The analysis of the target compounds was based on a previously developed method [28]. Analytes were extracted using 500 mg/6 mL hydrophilic/lipophilic balance (HLB) cartridges (Waters, Millford, MA, USA). Cartridges were pre-conditioned with 5 mL of methanol alcohol, 5 mL of amprolium HCl and 3 mL of reagent water. The sample was loaded onto the cartridges at 4–5 mL/min, after which the cartridges were rinsed with 5 mL of methanol alcohol aqueous solution (5%), 5 mL of reagent water and dried with a stream of nitrogen for 40 min. Analytes were eluted with 10 mL of methanol followed by 5 mL of dichloromethane/acetone (7/3, v/v) methanol/MTBE into centrifuge tubes. The resulting extracts were concentrated using vacuum assisted evaporation to approximately 100 μL. The extracts were brought to a final volume of 1 mL with methanol. Analytes were separated using an Agilent (Waters, Milford, MA, USA) 1290 series ultra performance liquid chromatography (UPLC) system equipped with an OAsis HLB column (Waters, Milliford, MA, USA). Mass spectrometry was performed using an Agilent 6420 triple quadrupole mass spectrometer (Waters, Milford, MA, USA) with positive electro-spray modes (ESI+) [28].

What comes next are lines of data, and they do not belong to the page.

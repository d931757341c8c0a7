"""Classify one exam by the rules of the ISNCSCI 2019 revision (format ``cordmap-classification/1``).

Rules implemented (ISNCSCI 2019 revision, Rupp et al., Top Spinal Cord Inj Rehabil 2021;27(2):1-22, as summarized in
shared/reference/clinical-check-values.md section 1c; the finer points marked "from memory" below):

* Levels run C1, C2 .. S3, S4-5 (S4-5 is one level). C1 always counts as normal sensation.
* Sensory level per side: the most caudal dermatome with light touch and pinprick both normal (2), all above normal.
* Motor level per side: the most caudal level whose function is at least antigravity with every level above normal.
  A key muscle counts as antigravity at grade >= 3 and as normal at grade 5. Where there is no key muscle
  (C1-C4, T2-L1, S2-S5) the level's motor function is presumed normal exactly when the sensory level of that side
  reaches it, so in those regions the motor level follows the sensory level (e.g. sensation normal to C4 and C5
  graded 2 gives motor level C4; T1 graded 5 with sensory level T5 gives motor level T5).
* Neurological level of injury (NLI): the most rostral of the four levels.
* Complete: no light touch or pinprick at S4-5 on either side, no deep anal pressure (DAP) and no voluntary anal
  contraction (VAC).
* AIS: A complete. Motor incomplete: VAC present, or sensory incomplete with motor function (grade >= 1) more than
  three levels below the motor level of that side. B: incomplete but not motor incomplete. C or D: motor incomplete,
  D when at least half of the key muscles (both sides) below the single NLI are graded >= 3. E: everything normal
  (reported with a note: the standard grades E only in someone who had a deficit before).
* Non-key muscles: the findings format has no field for them. ``classify(findings, non_key={"left": "L3"})`` takes,
  per side, the most caudal segment with preserved non-key motor function. It is used only where the 2019 revision
  allows non-key muscles, namely for the "more than three levels below the motor level" test that tells B from C.
  It never changes motor levels, the C/D count or the zones of partial preservation.
* Zones of partial preservation (2019): motor ZPP on both sides whenever VAC is absent; sensory ZPP on a side when DAP
  is absent and that side has no light touch and no pinprick at S4-5; otherwise "NA". The zone's value is the most
  caudal segment with some function (key muscle grade >= 1; light touch or pinprick >= 1) below the motor or sensory
  level, or the level itself when there is none.
* Scores: upper and lower extremity motor scores (25 per limb), light touch and pinprick (56 per side, 112 in all).

A missing sensory or motor item was not examined and counts as NT; nothing here treats it as normal. Every value that
NT entries leave open is "ND", with the reason in ``Classification.reasons``. The computation keeps, for each quantity,
the set of values still possible under every way the NT entries could be filled in; a value is reported only when that
set has one member.
"""
from __future__ import annotations

import json
from collections.abc import Iterable, Mapping
from dataclasses import dataclass
from functools import cache
from itertools import product

from . import cautions
from .anatomy import SIDES, anatomy
from .errors import CordmapError, bad_value
from .findings import Findings, item_label, parse

FORMAT = "cordmap-classification/1"
ND = "ND"
NA = "NA"
AIS_GRADES = ("A", "B", "C", "D", "E")
MODALITIES = ("light_touch", "pinprick")
UPPER = ("C5", "C6", "C7", "C8", "T1")
LOWER = ("L2", "L3", "L4", "L5", "S1")
BOTH = frozenset((True, False))


@cache
def levels() -> tuple[str, ...]:
    """The levels the classification speaks of, rostral to caudal: C1, then the 28 dermatomes C2 .. S4-5."""
    return ("C1", *anatomy().dermatomes)


@cache
def _key_index() -> dict[str, int]:
    return {m: levels().index(m) for m in anatomy().key_myotomes}


@dataclass(frozen=True)
class Sided:
    """One value per side: a level name, "ND" or "NA"."""

    left: str
    right: str

    def to_dict(self) -> dict:
        return {"left": self.left, "right": self.right}


@dataclass(frozen=True)
class Score:
    """A score per side and in total; "ND" where an NT entry leaves it open."""

    left: int | str
    right: int | str
    total: int | str
    maximum_per_side: int

    def to_dict(self) -> dict:
        return {"left": self.left, "right": self.right, "total": self.total}


@dataclass(frozen=True)
class Classification:
    """The ISNCSCI classification of one exam (2019 rules): levels per side, neurological level, completeness,
    impairment grade (AIS), zones of partial preservation and scores; "ND" where the exam leaves a value open
    (`reasons` says why) and "NA" where a zone does not apply. Evaluate it in a notebook for a table."""

    sensory_level: Sided
    motor_level: Sided
    neurological_level: str
    complete: bool | str
    ais: str
    zpp_sensory: Sided
    zpp_motor: Sided
    uems: Score
    lems: Score
    light_touch: Score
    pinprick: Score
    reasons: tuple[tuple[str, str], ...] = ()  # (field, why it is "ND")
    notes: tuple[str, ...] = ()

    def __repr__(self) -> str:
        from .views import classification_repr

        return classification_repr(self)

    def _repr_html_(self) -> str:
        """A compact table for notebooks, in words, with the caution."""
        from .views import classification_html

        return classification_html(self)

    def to_dict(self) -> dict:
        """The classification document (format cordmap-classification/1) as a dict, with its caution."""
        return {
            "format": FORMAT,
            "sensory_level": self.sensory_level.to_dict(),
            "motor_level": self.motor_level.to_dict(),
            "neurological_level": self.neurological_level,
            "complete": self.complete,
            "ais": self.ais,
            "zpp": {"sensory": self.zpp_sensory.to_dict(), "motor": self.zpp_motor.to_dict()},
            "scores": {"uems": self.uems.to_dict(), "lems": self.lems.to_dict(),
                       "light_touch": self.light_touch.to_dict(), "pinprick": self.pinprick.to_dict()},
            "not_determinable": dict(self.reasons),
            "notes": list(self.notes),
            "caution": cautions.BANNER,
        }

    def to_json(self, indent: int | None = 2) -> str:
        """The classification document as JSON text."""
        return json.dumps(self.to_dict(), indent=indent)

Considering that PPCPs have rather different physicochemical characteristics, their removal during treatment is expected to be diverse. The literature shows that the removal efficiency is generally computed as the percentage of reduction between the dissolved aqueous phase concentration of the contaminant in the influent and that in the effluent. Except for a few studies, concentrations in sludge or suspended solid are generally not considered or measured, likely because of the difficulty to sample and analyze such complex matrices [29].
3. Results and Discussion
3.1. PPCPs in the Influent
In Table 3, the range of levels observed in influent wastewaters for each contaminant (with their mean values) are presented. Levels of target compounds were in the ng/L range but concentrations of some of them exceeded 1 μg/L range (caffeine, metoprolol and azithromycin). The process received domestic (100%) wastewater and thus high concentrations of selected compounds were found.
Table 3.
Concentration ranges and mean values (n = 6) of target contaminants in wastewater influent and limit of quantitation (LOQ) with standard deviation in parentheses (n = 6).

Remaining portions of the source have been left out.